Within the material below, filter for lines that hold the word "readonly".
━━━ Available data ━━━
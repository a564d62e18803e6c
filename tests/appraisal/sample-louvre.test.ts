import { spawnSync } from 'node:child_process';
import { mkdtempSync, rmSync } from 'node:fs';
import { tmpdir } from 'node:os';
import { join } from 'node:path';
import { expect, it } from 'vitest';
import { recogniseFields } from '../../src/basis/quantities.js';
import { readDataset } from '../../src/formats/registry.js';

interface Summary {
  readonly meanGridRatio: number;
  readonly meanLength: number;
  readonly meanWidth: number;
  readonly meanWantedWidth: number;
  readonly meanShare: number;
  readonly ratioBelow5: number;
  readonly verdict: string;
}

it('judges the louvre sample as a hand calculation does', async () => {
  const root = join(import.meta.dirname, '..', '..');
  const { makeLouvre } = (await import(join(root, 'samples', 'louvre', 'make.mjs'))) as {
    makeLouvre: () => Promise<unknown>;
  };
  await makeLouvre();
  const folder = mkdtempSync(join(tmpdir(), 'eddygraft-louvre-'));
  try {
    const data = join(root, 'samples', 'louvre', 'generated');
    const output = join(folder, 'appraisal.vtu');
    const args = [
      '--extrude',
      'z',
      '--constant',
      'ViscosityKinematic=1.5e-5',
      '--periodic',
      'z',
      '--json',
      '-o',
      output,
    ];
    const told = spawnSync(
      process.execPath,
      [join(root, 'bin', 'eddygraft.js'), 'appraise', join(data, 'section.vtu'), join(data, 'target.vtu'), ...args],
      { encoding: 'utf8' },
    );
    expect(told.status, told.stderr).toBe(0);
    const { summary } = JSON.parse(told.stdout) as { readonly summary: Summary };

    // Every cell: GridRatio is L = k^(3/2) / epsilon over the cube root of the volume, both in the file.
    const { fields } = recogniseFields((await readDataset(output)).cellArrays, { file: output });
    const ratio = fields.get('GridRatio')?.values as Float64Array;
    const length = fields.get('IntegralLength')?.values as Float64Array;
    const width = fields.get('CellWidth')?.values as Float64Array;
    for (let c = 0; c < ratio.length; c += 997) {
      expect(ratio[c]).toBeCloseTo((length[c] as number) / (width[c] as number), 9);
    }

    // By hand: eddies of L = 22 mm on cells of 9.8 mm, L / CellWidth = 2.3, far below 5 (common practice: marginal).
    expect(summary.meanLength).toBeCloseTo(0.0223, 3);
    expect(summary.meanWidth).toBeCloseTo(0.00975, 4);
    expect(summary.ratioBelow5).toBeGreaterThan(0.99);
    // A von Karman spectrum at infinite Reynolds number carries 0.43 of k at L / CellWidth = 2.37 (0.379 at 2, 0.510 at 3)
    // and needs L / CellWidth = 12 for 0.8. Here L / eta is about 280 (R_lambda about 110), where L11 / L is about 0.55
    // instead of 0.39 (Pope 2000, figure 6.24): lengths count 1.4 times, so about 0.51 at 2.37 and 8 or less for 0.8.
    expect(summary.meanShare).toBeGreaterThan(0.43);
    expect(summary.meanShare).toBeLessThan(0.6);
    expect(summary.meanLength / summary.meanWantedWidth).toBeGreaterThan(4.5);
    expect(summary.meanLength / summary.meanWantedWidth).toBeLessThan(12);
    expect(summary.verdict).toBe('too coarse');
  } finally {
    rmSync(folder, { recursive: true, force: true });
  }
});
━━━
→ Response below
  readonly meanGridRatio: number;
  readonly meanLength: number;
  readonly meanWidth: number;
  readonly meanWantedWidth: number;
  readonly meanShare: number;
  readonly ratioBelow5: number;
  readonly verdict: string;
    const { summary } = JSON.parse(told.stdout) as { readonly summary: Summary };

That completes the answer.